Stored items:

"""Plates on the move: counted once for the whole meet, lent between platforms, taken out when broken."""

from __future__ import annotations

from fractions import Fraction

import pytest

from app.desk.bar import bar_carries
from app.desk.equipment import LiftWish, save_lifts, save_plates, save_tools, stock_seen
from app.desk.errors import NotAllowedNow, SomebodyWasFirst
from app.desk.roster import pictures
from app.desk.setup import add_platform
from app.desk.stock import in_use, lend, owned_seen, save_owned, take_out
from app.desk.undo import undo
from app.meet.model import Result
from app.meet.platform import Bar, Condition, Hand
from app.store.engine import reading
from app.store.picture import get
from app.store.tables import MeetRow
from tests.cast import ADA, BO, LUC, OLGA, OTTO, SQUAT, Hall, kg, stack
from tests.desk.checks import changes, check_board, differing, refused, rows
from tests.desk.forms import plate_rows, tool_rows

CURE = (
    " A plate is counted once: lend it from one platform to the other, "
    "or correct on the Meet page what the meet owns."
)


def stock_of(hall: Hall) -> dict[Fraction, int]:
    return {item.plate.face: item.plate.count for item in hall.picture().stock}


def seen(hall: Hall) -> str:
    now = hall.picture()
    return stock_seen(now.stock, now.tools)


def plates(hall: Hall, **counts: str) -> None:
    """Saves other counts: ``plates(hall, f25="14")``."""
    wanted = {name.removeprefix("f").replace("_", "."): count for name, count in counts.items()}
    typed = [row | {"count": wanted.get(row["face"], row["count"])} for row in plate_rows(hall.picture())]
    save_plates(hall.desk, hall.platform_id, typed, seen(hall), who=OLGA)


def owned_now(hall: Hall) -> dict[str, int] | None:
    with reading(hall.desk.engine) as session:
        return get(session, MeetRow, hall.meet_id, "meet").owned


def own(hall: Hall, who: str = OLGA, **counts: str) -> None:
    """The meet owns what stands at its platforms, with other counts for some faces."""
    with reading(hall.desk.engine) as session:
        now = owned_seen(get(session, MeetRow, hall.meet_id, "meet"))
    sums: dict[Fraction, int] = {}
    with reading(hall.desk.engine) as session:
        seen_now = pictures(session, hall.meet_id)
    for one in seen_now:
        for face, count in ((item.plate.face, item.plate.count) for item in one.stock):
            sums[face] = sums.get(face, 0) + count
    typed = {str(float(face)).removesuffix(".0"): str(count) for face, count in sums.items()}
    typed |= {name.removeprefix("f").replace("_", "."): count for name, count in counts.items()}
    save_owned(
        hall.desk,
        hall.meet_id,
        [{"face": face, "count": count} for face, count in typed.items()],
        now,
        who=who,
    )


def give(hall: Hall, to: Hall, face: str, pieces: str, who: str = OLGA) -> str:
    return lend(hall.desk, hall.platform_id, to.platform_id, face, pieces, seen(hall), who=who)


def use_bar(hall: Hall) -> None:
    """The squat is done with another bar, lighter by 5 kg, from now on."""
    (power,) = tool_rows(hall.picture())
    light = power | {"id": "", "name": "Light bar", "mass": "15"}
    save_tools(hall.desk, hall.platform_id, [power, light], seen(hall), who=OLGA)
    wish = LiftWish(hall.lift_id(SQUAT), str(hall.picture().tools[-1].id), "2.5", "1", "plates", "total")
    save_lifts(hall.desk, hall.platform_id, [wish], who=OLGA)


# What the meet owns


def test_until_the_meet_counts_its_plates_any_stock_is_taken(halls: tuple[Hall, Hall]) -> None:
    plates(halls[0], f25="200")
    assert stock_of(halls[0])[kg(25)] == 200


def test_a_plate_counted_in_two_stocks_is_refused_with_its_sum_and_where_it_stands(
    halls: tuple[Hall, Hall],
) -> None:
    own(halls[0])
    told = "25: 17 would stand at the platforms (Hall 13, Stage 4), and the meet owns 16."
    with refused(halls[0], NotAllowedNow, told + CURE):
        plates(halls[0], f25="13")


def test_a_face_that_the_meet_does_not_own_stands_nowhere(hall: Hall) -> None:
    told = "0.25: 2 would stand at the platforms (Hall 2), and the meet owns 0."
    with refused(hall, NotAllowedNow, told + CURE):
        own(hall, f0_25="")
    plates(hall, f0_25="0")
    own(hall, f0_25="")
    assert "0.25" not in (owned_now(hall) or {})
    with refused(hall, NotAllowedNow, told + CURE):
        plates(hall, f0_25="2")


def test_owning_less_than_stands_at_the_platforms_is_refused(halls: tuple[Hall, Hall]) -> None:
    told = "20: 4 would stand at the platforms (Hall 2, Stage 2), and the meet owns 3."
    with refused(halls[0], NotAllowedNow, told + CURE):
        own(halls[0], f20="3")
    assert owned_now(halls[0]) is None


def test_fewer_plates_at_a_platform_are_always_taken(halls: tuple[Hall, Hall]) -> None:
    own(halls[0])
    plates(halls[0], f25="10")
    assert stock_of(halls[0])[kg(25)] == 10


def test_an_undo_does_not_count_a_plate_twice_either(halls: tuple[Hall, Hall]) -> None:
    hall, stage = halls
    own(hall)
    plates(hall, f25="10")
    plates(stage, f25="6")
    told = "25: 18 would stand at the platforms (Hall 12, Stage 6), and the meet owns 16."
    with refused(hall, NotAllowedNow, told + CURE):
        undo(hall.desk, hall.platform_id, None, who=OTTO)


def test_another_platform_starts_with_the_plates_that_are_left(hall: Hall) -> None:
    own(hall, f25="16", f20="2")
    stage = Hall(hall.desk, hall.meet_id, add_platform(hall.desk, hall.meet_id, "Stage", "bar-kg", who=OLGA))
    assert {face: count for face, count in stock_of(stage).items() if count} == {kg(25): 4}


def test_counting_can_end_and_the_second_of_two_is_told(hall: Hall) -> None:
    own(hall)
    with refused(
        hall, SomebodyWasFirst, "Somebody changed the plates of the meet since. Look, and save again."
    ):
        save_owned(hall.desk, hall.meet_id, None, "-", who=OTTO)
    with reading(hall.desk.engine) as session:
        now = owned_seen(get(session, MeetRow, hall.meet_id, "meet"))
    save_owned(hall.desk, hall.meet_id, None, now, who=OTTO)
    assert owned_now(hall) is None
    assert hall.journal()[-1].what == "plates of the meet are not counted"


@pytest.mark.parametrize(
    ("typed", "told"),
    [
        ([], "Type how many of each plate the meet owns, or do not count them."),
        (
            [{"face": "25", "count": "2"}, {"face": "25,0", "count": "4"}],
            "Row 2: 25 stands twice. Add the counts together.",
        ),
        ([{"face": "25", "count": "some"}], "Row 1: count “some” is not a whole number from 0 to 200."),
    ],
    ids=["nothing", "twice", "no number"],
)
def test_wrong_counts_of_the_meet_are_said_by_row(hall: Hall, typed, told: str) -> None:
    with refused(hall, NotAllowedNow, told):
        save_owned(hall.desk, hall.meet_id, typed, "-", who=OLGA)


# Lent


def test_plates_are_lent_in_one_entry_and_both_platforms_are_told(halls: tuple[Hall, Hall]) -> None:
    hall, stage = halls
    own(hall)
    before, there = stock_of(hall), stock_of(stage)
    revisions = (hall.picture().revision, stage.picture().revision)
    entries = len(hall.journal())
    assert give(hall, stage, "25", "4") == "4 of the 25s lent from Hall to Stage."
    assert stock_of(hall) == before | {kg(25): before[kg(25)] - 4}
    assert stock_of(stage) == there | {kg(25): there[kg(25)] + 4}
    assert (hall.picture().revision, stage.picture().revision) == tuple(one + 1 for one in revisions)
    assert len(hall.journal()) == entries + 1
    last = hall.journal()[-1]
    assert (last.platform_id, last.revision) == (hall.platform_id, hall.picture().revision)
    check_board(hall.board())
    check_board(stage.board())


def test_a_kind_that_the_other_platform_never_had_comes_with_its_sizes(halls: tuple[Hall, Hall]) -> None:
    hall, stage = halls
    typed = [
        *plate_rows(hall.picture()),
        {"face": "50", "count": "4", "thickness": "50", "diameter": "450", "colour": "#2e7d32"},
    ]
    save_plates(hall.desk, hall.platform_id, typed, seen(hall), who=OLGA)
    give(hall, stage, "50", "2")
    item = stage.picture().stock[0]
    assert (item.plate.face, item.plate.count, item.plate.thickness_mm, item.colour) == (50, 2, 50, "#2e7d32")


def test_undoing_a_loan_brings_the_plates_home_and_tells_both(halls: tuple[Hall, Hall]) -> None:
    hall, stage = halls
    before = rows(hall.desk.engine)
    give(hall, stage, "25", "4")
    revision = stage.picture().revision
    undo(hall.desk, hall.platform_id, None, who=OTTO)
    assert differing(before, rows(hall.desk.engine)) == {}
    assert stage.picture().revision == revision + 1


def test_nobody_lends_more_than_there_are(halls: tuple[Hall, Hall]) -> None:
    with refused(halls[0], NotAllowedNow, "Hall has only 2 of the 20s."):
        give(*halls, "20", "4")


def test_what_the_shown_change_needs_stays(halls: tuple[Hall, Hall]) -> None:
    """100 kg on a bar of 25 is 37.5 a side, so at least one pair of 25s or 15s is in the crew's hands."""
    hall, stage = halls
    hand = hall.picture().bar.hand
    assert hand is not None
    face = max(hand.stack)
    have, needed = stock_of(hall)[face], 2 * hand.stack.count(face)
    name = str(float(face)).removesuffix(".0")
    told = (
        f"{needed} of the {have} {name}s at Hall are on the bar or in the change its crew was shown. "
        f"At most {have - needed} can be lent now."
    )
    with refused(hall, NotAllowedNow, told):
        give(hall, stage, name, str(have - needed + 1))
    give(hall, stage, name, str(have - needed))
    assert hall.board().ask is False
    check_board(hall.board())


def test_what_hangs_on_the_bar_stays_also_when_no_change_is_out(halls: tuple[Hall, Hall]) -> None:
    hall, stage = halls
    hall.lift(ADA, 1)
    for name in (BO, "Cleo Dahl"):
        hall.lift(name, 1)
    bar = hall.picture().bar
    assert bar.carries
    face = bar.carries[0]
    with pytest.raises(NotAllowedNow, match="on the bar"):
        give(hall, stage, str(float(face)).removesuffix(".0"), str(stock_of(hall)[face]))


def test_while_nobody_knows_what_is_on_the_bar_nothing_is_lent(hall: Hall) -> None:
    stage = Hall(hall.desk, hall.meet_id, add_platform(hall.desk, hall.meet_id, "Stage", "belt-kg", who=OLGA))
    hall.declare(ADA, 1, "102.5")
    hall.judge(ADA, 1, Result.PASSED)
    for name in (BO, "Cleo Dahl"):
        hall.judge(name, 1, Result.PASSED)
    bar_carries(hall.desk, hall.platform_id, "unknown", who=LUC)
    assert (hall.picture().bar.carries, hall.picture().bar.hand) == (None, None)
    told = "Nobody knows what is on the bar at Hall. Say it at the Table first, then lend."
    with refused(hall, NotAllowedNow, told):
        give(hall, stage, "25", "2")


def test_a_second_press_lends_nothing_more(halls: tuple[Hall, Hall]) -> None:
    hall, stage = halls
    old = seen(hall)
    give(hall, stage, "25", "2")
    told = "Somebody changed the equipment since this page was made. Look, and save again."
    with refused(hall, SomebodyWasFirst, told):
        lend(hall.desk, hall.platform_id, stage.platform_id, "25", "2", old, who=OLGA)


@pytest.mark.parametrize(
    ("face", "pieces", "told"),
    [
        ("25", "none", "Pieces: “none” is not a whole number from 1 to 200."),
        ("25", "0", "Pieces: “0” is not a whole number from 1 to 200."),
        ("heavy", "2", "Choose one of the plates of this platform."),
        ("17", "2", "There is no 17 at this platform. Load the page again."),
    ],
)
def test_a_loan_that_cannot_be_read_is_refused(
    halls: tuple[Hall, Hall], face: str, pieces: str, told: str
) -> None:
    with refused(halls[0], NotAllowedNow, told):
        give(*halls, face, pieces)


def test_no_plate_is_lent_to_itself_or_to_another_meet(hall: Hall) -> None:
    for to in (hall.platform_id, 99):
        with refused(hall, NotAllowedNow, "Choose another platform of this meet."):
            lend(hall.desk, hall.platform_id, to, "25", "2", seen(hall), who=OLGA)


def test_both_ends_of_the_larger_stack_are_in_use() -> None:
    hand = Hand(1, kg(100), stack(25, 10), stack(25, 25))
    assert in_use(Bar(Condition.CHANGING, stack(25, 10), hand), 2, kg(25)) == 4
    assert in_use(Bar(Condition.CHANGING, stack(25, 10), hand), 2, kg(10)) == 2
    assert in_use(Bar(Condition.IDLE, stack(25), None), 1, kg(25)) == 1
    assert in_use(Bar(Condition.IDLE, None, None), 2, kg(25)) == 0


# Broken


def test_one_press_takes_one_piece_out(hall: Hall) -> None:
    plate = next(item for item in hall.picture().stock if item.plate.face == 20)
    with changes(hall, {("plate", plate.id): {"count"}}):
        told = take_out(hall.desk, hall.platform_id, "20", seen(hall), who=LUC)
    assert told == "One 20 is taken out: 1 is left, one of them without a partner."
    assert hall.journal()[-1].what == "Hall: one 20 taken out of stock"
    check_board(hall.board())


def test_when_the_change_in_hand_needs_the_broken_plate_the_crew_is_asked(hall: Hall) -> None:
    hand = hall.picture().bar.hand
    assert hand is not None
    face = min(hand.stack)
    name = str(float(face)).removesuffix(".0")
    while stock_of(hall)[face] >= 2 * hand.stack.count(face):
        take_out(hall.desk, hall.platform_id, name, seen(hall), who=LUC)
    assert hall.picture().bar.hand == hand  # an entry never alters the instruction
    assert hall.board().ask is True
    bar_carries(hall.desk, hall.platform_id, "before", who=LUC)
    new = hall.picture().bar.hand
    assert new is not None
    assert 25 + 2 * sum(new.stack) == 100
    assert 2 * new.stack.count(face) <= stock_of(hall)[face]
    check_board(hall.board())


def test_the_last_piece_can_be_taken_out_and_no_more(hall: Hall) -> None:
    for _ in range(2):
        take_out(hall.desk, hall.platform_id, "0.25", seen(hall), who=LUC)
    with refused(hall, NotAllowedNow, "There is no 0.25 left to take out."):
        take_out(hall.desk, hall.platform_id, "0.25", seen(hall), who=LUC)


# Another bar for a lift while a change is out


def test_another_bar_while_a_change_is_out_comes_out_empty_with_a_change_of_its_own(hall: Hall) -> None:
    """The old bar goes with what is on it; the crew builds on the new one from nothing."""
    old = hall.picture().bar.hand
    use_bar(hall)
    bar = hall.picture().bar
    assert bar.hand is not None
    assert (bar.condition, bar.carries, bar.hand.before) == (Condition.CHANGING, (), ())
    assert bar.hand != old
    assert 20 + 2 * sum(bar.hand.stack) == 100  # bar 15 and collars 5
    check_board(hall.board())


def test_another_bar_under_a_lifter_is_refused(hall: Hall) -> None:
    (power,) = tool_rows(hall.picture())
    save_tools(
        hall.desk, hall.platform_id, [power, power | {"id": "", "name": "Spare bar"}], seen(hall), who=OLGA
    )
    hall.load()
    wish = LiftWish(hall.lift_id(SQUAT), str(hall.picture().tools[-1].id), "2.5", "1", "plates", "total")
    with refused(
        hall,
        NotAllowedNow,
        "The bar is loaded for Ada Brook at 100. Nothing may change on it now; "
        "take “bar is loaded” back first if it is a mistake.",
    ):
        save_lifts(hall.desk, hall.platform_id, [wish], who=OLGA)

---

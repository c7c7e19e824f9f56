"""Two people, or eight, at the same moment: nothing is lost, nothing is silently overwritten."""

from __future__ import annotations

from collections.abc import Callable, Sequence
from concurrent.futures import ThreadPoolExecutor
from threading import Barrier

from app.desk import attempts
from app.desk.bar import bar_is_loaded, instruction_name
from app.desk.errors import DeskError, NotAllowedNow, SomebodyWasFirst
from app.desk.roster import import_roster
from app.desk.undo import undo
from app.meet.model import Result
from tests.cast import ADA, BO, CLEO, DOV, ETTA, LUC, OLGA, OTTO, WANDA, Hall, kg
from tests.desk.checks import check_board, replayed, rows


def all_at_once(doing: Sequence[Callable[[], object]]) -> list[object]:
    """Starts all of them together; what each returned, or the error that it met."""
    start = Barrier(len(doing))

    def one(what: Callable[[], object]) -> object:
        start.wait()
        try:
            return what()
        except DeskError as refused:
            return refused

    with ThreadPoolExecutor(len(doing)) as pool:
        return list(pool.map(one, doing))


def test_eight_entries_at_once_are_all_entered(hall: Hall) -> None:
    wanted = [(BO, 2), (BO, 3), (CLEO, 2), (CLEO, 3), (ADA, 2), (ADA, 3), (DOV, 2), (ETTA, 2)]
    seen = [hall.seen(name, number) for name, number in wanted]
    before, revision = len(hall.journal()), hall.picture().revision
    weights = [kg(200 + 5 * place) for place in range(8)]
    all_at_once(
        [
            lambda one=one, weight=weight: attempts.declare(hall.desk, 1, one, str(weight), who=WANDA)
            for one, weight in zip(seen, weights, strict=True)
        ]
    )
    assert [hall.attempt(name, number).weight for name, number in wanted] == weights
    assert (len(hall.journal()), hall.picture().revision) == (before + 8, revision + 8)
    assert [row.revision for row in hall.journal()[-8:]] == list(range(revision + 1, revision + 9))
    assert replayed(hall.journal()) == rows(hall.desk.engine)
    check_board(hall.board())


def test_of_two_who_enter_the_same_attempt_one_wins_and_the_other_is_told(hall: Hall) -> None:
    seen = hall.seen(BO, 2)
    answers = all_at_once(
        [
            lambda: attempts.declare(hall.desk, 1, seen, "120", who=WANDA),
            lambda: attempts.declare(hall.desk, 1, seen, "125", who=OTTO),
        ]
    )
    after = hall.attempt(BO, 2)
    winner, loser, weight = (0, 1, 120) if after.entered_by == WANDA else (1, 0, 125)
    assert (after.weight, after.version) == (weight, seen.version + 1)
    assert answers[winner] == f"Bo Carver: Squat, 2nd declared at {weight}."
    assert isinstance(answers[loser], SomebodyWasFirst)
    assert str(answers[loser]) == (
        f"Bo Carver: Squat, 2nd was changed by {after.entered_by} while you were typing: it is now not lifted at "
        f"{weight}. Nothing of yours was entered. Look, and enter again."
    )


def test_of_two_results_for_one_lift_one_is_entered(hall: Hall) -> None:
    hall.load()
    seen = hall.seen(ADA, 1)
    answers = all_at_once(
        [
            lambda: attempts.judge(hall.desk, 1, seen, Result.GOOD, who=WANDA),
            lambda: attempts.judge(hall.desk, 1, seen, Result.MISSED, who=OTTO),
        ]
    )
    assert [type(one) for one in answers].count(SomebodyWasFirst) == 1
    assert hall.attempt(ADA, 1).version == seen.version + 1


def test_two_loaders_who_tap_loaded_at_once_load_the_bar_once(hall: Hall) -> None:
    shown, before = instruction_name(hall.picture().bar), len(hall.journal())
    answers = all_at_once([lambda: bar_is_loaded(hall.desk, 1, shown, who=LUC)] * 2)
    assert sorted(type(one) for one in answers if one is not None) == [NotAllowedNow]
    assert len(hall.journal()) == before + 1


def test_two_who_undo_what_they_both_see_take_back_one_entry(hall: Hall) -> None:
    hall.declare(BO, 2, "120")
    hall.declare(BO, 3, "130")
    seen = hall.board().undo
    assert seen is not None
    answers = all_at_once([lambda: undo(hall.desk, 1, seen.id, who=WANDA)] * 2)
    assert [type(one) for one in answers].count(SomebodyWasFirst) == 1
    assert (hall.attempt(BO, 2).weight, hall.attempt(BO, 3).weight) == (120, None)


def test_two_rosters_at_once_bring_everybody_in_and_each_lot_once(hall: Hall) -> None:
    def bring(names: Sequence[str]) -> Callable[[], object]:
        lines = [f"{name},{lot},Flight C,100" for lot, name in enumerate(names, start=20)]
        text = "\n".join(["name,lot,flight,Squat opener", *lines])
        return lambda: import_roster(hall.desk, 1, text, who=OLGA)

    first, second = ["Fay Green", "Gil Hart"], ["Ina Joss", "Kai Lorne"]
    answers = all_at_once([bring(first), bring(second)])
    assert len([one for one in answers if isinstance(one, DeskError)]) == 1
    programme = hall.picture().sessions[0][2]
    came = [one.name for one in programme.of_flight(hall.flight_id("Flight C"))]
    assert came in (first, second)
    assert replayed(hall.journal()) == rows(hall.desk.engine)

◆ **ABOUT THIS TASK**
How many of the lines above include the string "list"? Answer with the number only.

◆ **SOLUTION TO THE PROBLEM**
3